ISP's DNS server 195.29.247.161.53 can't answer to 10.x.x.x, no SNAT ❌
sudo tcpdump -i any udp port 53 -n
tcpdump: data link type LINUX_SLL2
tcpdump: verbose output suppressed, use -v[v]... for full protocol decode
listening on any, link-type LINUX_SLL2 (Linux cooked v2), snapshot length 262144 bytes
13:25:14.439619 cali50d19c830a9 In IP 10.244.206.152.57987 > 195.29.247.161.53: 49524+ NS? . (17)
13:25:14.471654 calib39cd32d877 In IP 10.244.206.153.37939 > 195.29.247.162.53: 36685+ NS? . (17)
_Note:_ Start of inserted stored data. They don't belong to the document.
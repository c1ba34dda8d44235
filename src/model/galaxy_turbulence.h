// SPDX-License-Identifier: GPL-2.0-or-later
#pragma once

#include <vector>

#include "model/galaxy_integral.h"
#include "model/galaxy_spec.h"
#include "sphere/grid.h"

namespace foreglow {

/// The Gaussian fields that turbulence draws on the sky, each of unit variance; [npix] each or empty.
///
/// C_l proportional to (l^2 + 18^2)^(-11/6), l >= 2, of brightness and polarization (E twice B), and to (l^2
/// + 18^2)^-1.3 of the index; normalised by the sum to infinity, drawn by (seed, field, l, m), so that every
/// nside shows the same sky, up to l = 2 nside.
struct TurbulenceFields {
    std::vector<double> brightness, q, u, index;
};
[[nodiscard]] TurbulenceFields make_turbulence_fields(const GalaxySpec& galaxy, const HealpixGrid& grid,
                                                      bool polarized);

/// What turbulence does to one pixel: a closure of ours, from how many turbulent cells a line of sight has.
struct TurbulencePixel {
    double factor = 1;    ///< on I, Q and U: exp(sigma g - sigma^2/2)
    double q = 0, u = 0;  ///< added to Q and U, times I and exp(-dispersion lambda^4/2)
};
/// sigma = min(0.6, 0.8 sqrt(2 L/L_eff)); Q, U += 0.45 f sqrt(2 L/L_eff) (q, u), f the random share.
/// @param g, q, u  the fields in this pixel
[[nodiscard]] TurbulencePixel turbulence_of(const GalaxySpec& galaxy, const GalaxySightline& line, double g,
                                            double q, double u);

}  // namespace foreglow
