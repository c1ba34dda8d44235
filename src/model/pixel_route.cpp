// SPDX-License-Identifier: GPL-2.0-or-later
#include "model/pixel_route.h"

#include <algorithm>

#include "base/error.h"

namespace foreglow {
namespace {

constexpr std::size_t block = 512;

void multiply(std::span<const double> amplitude, std::span<const double> factor, std::span<double> out) {
    for (std::size_t i = 0; i < out.size(); ++i)
        out[i] = amplitude[i] * factor[i];
}

}  // namespace

PixelRoute::PixelRoute(const SkyModel& sky, std::span<const BandSum> bands, bool polarized,
                       double tolerance) {
    const ParameterRange range = parameter_range(sky);
    for (const BandSum& band : bands)
        intensity_laws_.emplace_back(band, sky.reference, range, tolerance);
    if (!polarized || polarization_shares_law(sky)) return;
    const ParameterRange own_range = polarized_parameter_range(sky);
    for (const BandSum& band : bands)
        polarized_laws_.emplace_back(band, sky.polarization->reference, own_range, tolerance);
}

double PixelRoute::error_of(std::size_t channel) const {
    const double own = polarized_laws_.empty() ? 0.0 : polarized_laws_[channel].worst_error();
    return std::max(own, intensity_laws_[channel].worst_error());
}

void PixelRoute::make_pixels(const SkyStrip& strip, std::size_t channel, std::size_t begin, std::size_t end,
                             std::span<const std::span<double>> out) const {
    FOREGLOW_EXPECTS(out.size() == 1 || (out.size() == 3 && !strip.q.empty()));
    std::vector<double> factor(block);
    for (std::size_t first = begin; first < end; first += block) {
        const std::size_t n = std::min(block, end - first);
        const std::span<double> f(factor.data(), n);
        const auto part = [&](const std::vector<double>& values) {
            return std::span(values).subspan(first, n);
        };
        intensity_laws_[channel].evaluate(part(strip.index), part(strip.curvature), f);
        multiply(part(strip.intensity), f, out[0].subspan(first - begin, n));
        if (out.size() == 1) continue;
        if (!polarized_laws_.empty())
            polarized_laws_[channel].evaluate(part(strip.polarized_index), part(strip.polarized_curvature),
                                              f);
        multiply(part(strip.q), f, out[1].subspan(first - begin, n));
        multiply(part(strip.u), f, out[2].subspan(first - begin, n));
    }
}

}  // namespace foreglow
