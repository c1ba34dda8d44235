// SPDX-License-Identifier: GPL-2.0-or-later
#include "model/galaxy_loops.h"

#include <algorithm>
#include <cmath>

#include "base/constants.h"
#include "physics/synchrotron_kernel.h"

namespace foreglow {
namespace {

constexpr double degree = constants::pi / 180;
constexpr double reference_hz = 408e6;
constexpr double tangled_share = 1.0 / 3;  // of the shell's field energy against the uniform one
constexpr double field_longitude = 80;     // deg, of the local field

double dot(const Vector3& a, const Vector3& b) {
    return a[0] * b[0] + a[1] * b[1] + a[2] * b[2];
}

Vector3 direction_of(double lon, double lat) {
    return {std::cos(lat) * std::cos(lon), std::cos(lat) * std::sin(lon), std::sin(lat)};
}

double root_of(double x) {
    return x > 0 ? std::sqrt(x) : 0.0;
}

}  // namespace

LoopLight loop_light(const GalaxyLoop& loop, const GalaxyRay& ray) {
    const Vector3& n = ray.direction;
    const double lon = loop.longitude * degree;
    const double lat = loop.latitude * degree;
    const Vector3 centre = direction_of(lon, lat);
    const double cosine = dot(n, centre);
    const double radius = loop.distance * std::sin(0.5 * loop.diameter * degree);
    const double inner = radius * (1 - loop.thickness);
    const double miss2 = loop.distance * loop.distance * (1 - cosine * cosine);
    if (cosine <= 0 || miss2 >= radius * radius) return {};
    const double half_outer = root_of(radius * radius - miss2);
    const double half_inner = root_of(inner * inner - miss2);
    const double longest = root_of(radius * radius - inner * inner);
    const Vector3 north = {-std::sin(lat) * std::cos(lon), -std::sin(lat) * std::sin(lon), std::cos(lat)};
    const Vector3 east = {-std::sin(lon), std::cos(lon), 0};
    const double side = std::atan2(dot(east, n), dot(north, n)) - loop.bright_angle * degree;
    const double bright =
        loop.faint_side + (1 - loop.faint_side) * std::pow(0.5 * (1 + std::cos(side)), loop.contrast);
    LoopLight light;
    light.brightness = loop.brightness * (half_outer - half_inner) / longest * bright;
    const Vector3 ambient = direction_of(field_longitude * degree, 0);
    for (const double sign : {-1.0, 1.0}) {
        const double distance = loop.distance * cosine + sign * 0.5 * (half_outer + half_inner);
        Vector3 radial{};
        for (std::size_t i = 0; i < 3; ++i)
            radial[i] = distance * n[i] - loop.distance * centre[i];
        const double along = dot(ambient, radial) / dot(radial, radial);
        Vector3 field{};
        for (std::size_t i = 0; i < 3; ++i)
            field[i] = ambient[i] - along * radial[i];
        const double south = dot(field, ray.south);
        const double towards_east = dot(field, ray.east);
        const double share = 0.5 / (south * south + towards_east * towards_east + tangled_share);
        light.q_share -= share * (south * south - towards_east * towards_east);
        light.u_share -= share * 2 * south * towards_east;
    }
    return light;
}

LoopSpectra::LoopSpectra(const GalaxySpec& galaxy, const GalaxyTable& table,
                         std::span<const Frequency> frequencies) {
    for (const GalaxyLoop& loop : galaxy.shells) {
        const auto log_a = [&](double hz) {
            return std::log(hz / (critical_frequency_constant_hz() * loop.field));
        };
        std::vector<double> ratios, fractions;
        for (const Frequency frequency : frequencies) {
            const double a = log_a(frequency.hz());
            const double scale = reference_hz / frequency.hz();
            ratios.push_back(std::exp(table.log_old(a, 0) - table.log_old(log_a(reference_hz), 0)) * scale *
                             scale);
            const double s = 1 - 2 * table.slope_old(a, 0);
            fractions.push_back((s + 1) / (s + 7.0 / 3));
        }
        ratio.push_back(std::move(ratios));
        fraction.push_back(std::move(fractions));
    }
}

}  // namespace foreglow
13:25:14.834065 cali50d19c830a9 In IP 10.244.206.152.47250 > 195.29.247.162.53: 24035+ NS? . (17)
13:25:14.878193 calib39cd32d877 In IP 10.244.206.153.35148 > 195.29.247.161.53: 53973+ NS? . (17)
13:25:15.941229 cali50d19c830a9 In IP 10.244.206.152.44558 > 195.29.247.161.53: 40457+ NS? . (17)
As shown in the tcpdump log, outbound UDP 53 packets retain the Pod IP 10.244.206.152 when egressing the node. This indicates that the Calico eBPF data plane is failing to perform SNAT (Masquerade) despite natOutgoing: true being set in the IPPool.
I have tried to replace forward . /etc/resolv.conf in coredns with eg. 1.1.1.1 but the outcome is same.
kubectl get felixconfiguration default -o yaml
apiVersion: projectcalico.org/v3
kind: FelixConfiguration
metadata:
annotations:
operator.tigera.io/bpfEnabled: "true"
creationTimestamp: "2026-01-06T10:24:39Z"
generation: 1
name: default
resourceVersion: "6026"
uid: 46711f8c-f919-48b2-a02e-d90cc26c578c
spec:
bpfConnectTimeLoadBalancing: TCP
bpfEnabled: true
bpfExternalServiceMode: Tunnel
bpfHostNetworkedNATWithoutCTLB: Enabled
bpfLogLevel: ""
floatingIPs: Disabled
healthPort: 9099
logSeverityScreen: Info
nftablesMode: Enabled
reportingInterval: 0s
vxlanPort: 4789
vxlanVNI: 4096
kubectl get ippools default-ipv4-ippool -o yaml
apiVersion: projectcalico.org/v3
kind: IPPool
metadata:
creationTimestamp: "2026-01-06T10:24:37Z"
generation: 1
labels:
app.kubernetes.io/managed-by: tigera-operator
name: default-ipv4-ippool
resourceVersion: "8945"
uid: ba9a2550-5ad1-4fbd-9f4d-a1b6969df1d3
spec:
allowedUses:
- Workload
- Tunnel
assignmentMode: Automatic
blockSize: 26
cidr: 10.244.0.0/16
ipipMode: Never
natOutgoing: true
nodeSelector: all()
vxlanMode: Always
Your Environment
- Calico version: 3.31.3
- Calico dataplane: bpf
- Orchestrator version: kubernetes 1.35.0
- Operating System and version: Linux 6.14.0-37-generic, Ubuntu 24.04.3 LTS
Happy to provide more, thank you in advance.